Activity » Pull every line holding the string "components" from the records below.

[Opening Provided records section]

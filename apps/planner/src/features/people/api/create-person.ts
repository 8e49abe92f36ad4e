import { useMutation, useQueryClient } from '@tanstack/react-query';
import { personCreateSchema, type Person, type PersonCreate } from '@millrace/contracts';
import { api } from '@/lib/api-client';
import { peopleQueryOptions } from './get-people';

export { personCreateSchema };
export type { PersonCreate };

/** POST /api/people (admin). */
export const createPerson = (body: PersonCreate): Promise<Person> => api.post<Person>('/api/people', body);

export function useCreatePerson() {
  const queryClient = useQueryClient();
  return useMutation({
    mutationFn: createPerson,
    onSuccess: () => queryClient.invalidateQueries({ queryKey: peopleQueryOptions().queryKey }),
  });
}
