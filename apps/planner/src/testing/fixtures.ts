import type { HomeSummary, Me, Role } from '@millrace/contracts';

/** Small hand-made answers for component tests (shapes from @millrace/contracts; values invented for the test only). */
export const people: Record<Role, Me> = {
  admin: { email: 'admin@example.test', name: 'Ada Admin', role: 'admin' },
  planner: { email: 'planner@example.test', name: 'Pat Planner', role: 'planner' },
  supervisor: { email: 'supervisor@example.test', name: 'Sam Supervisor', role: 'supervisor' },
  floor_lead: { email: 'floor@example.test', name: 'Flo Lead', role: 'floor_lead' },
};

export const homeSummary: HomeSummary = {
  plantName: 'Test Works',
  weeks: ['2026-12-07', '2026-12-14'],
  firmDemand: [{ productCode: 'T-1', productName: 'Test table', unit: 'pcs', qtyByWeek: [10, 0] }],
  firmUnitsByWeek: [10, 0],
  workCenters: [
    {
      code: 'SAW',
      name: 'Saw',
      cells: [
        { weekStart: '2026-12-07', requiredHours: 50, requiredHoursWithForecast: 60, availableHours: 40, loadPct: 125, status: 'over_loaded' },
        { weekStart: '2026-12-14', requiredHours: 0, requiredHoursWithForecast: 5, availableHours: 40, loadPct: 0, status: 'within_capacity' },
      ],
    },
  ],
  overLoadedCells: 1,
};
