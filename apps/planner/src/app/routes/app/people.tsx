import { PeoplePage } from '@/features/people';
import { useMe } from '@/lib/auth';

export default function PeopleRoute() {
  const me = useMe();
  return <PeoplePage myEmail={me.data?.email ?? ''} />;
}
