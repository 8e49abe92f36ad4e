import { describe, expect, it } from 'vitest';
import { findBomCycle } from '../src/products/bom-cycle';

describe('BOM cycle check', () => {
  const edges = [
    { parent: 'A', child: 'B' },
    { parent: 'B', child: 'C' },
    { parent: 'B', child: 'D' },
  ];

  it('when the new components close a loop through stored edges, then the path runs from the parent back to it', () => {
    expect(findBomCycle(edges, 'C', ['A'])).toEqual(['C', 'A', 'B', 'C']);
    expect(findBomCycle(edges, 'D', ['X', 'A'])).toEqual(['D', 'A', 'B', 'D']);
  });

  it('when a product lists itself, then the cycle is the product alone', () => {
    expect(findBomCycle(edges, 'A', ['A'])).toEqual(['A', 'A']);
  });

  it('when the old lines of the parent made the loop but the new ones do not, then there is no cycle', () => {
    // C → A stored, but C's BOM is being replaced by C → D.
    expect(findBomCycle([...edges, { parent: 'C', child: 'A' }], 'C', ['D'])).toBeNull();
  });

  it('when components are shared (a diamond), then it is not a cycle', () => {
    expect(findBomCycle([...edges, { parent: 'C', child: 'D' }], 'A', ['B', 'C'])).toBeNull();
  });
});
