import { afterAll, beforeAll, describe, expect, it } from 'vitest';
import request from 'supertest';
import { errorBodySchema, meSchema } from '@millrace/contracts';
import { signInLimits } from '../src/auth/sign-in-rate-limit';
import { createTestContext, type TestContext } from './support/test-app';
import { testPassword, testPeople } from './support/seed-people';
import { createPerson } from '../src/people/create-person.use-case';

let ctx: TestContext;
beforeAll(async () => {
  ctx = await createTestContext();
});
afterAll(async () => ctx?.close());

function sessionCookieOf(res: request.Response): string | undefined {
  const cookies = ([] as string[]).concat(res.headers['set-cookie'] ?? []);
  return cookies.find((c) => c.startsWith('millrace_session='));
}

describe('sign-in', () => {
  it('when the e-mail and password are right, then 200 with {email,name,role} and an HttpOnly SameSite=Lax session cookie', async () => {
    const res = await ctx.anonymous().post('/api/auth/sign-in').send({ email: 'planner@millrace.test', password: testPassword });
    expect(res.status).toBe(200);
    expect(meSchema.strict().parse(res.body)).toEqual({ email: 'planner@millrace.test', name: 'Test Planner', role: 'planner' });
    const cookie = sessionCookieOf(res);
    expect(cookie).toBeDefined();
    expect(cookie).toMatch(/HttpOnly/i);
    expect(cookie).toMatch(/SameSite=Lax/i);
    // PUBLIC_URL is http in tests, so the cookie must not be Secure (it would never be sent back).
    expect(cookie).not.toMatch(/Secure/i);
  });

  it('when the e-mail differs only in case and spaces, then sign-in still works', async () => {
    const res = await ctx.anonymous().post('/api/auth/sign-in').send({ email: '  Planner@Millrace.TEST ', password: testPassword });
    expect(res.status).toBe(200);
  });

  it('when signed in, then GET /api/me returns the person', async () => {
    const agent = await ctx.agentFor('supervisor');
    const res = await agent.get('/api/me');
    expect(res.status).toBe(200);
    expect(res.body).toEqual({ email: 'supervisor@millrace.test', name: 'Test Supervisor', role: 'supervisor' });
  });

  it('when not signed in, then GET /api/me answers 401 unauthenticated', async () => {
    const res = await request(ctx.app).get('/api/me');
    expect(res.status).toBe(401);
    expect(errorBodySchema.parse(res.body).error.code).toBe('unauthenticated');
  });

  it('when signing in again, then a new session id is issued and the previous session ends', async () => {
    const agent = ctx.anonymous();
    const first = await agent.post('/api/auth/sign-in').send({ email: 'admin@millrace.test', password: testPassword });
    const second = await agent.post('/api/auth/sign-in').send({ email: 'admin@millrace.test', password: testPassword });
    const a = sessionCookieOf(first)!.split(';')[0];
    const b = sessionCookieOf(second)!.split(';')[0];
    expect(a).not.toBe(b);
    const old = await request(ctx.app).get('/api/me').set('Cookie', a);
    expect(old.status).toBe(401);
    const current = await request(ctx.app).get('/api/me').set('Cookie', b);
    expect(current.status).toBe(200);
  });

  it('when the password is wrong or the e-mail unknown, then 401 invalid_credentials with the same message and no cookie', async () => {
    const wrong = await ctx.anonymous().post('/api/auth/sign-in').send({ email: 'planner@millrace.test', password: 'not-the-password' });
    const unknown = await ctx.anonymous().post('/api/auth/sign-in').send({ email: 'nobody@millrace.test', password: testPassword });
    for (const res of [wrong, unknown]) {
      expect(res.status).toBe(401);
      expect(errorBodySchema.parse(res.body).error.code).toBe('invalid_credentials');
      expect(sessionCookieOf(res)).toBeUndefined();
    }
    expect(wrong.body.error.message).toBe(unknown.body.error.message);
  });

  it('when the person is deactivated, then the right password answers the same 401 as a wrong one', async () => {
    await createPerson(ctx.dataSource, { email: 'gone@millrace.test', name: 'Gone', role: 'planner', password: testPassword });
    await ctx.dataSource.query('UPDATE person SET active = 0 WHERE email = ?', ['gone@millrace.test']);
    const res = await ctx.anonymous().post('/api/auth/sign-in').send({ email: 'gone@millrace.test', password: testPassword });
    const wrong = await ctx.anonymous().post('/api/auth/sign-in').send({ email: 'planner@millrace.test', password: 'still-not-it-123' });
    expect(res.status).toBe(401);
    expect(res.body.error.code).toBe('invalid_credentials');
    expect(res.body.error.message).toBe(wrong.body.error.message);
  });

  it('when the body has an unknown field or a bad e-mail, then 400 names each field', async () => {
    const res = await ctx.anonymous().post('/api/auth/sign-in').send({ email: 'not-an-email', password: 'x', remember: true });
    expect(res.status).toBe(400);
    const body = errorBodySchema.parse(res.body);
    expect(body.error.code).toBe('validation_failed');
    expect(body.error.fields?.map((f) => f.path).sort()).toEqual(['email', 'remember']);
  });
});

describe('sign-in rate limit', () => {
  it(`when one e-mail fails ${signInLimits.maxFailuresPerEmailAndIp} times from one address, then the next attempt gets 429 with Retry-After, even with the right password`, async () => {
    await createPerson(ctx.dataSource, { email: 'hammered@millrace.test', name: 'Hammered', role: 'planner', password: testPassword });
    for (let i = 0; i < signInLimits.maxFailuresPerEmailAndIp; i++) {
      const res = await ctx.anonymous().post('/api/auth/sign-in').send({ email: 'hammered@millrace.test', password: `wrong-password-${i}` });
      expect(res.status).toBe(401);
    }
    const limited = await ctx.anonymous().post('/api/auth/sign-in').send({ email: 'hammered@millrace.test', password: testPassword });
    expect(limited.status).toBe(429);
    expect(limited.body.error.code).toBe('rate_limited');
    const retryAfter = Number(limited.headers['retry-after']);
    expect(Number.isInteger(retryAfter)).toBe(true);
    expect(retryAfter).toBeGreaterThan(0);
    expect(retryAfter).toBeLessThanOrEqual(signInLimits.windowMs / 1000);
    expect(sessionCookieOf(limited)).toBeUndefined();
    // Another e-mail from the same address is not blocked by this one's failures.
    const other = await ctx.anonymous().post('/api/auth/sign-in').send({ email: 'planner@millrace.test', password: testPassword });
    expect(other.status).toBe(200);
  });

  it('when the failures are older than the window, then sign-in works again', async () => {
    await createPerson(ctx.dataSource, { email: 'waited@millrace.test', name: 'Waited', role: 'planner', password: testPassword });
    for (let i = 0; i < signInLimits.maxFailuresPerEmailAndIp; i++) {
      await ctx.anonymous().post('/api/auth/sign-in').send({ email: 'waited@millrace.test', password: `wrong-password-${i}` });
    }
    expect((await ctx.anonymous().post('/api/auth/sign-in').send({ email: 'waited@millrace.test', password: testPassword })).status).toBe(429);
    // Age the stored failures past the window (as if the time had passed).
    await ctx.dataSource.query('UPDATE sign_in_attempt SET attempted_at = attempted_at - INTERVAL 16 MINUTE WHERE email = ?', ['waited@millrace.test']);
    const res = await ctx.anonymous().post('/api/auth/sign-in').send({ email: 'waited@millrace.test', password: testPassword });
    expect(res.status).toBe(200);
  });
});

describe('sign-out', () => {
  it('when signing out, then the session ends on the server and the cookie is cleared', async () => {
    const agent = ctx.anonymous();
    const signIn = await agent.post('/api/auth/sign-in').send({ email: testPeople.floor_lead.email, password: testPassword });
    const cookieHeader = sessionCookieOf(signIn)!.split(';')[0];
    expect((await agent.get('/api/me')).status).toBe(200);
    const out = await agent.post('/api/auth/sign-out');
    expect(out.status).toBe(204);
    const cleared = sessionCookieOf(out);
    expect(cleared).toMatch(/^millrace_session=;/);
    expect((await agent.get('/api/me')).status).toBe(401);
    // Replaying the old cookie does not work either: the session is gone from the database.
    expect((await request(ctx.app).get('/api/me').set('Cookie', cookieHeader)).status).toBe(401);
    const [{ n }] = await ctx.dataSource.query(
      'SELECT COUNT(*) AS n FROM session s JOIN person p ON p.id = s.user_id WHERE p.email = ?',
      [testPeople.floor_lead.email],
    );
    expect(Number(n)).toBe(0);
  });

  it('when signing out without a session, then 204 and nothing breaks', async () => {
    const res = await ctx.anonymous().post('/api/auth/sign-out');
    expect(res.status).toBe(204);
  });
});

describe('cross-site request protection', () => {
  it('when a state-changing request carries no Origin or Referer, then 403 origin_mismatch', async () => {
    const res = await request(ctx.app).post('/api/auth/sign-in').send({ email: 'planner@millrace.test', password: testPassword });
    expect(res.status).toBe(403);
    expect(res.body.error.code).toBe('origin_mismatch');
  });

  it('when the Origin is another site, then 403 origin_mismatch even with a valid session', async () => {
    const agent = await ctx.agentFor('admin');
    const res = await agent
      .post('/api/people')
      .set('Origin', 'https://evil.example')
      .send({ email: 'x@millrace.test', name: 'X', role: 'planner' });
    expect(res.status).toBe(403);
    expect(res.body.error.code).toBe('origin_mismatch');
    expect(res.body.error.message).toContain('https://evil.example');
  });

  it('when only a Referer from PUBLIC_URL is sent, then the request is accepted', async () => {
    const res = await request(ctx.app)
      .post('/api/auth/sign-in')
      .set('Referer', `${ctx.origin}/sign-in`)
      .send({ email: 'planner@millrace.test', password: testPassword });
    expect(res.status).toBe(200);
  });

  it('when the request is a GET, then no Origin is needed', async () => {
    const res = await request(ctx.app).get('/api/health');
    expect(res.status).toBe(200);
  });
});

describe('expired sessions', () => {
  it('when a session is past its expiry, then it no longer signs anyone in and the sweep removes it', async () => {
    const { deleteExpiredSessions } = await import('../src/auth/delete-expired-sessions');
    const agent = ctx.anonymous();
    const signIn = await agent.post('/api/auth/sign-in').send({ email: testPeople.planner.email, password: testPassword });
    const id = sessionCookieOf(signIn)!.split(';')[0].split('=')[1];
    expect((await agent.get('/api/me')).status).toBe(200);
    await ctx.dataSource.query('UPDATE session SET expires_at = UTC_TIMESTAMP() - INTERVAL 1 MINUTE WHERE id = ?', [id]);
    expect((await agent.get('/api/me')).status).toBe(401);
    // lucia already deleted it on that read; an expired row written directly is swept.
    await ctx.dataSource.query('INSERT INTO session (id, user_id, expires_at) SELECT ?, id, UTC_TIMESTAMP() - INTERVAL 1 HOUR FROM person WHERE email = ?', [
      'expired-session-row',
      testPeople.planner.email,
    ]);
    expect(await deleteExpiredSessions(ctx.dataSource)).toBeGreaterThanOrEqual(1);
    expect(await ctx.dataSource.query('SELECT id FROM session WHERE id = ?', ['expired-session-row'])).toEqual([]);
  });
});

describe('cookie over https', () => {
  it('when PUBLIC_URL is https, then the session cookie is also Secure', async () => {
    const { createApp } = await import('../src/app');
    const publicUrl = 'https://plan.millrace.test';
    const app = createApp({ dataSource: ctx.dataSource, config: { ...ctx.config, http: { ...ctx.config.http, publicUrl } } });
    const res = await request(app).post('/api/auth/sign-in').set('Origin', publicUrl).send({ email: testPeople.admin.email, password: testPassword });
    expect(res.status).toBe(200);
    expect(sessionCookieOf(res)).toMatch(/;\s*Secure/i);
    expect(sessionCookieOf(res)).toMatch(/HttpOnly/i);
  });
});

[Closing Provided records section]

Task solution »
  it('when the new components close a loop through stored edges, then the path runs from the parent back to it', () => {
  it('when components are shared (a diamond), then it is not a cycle', () => {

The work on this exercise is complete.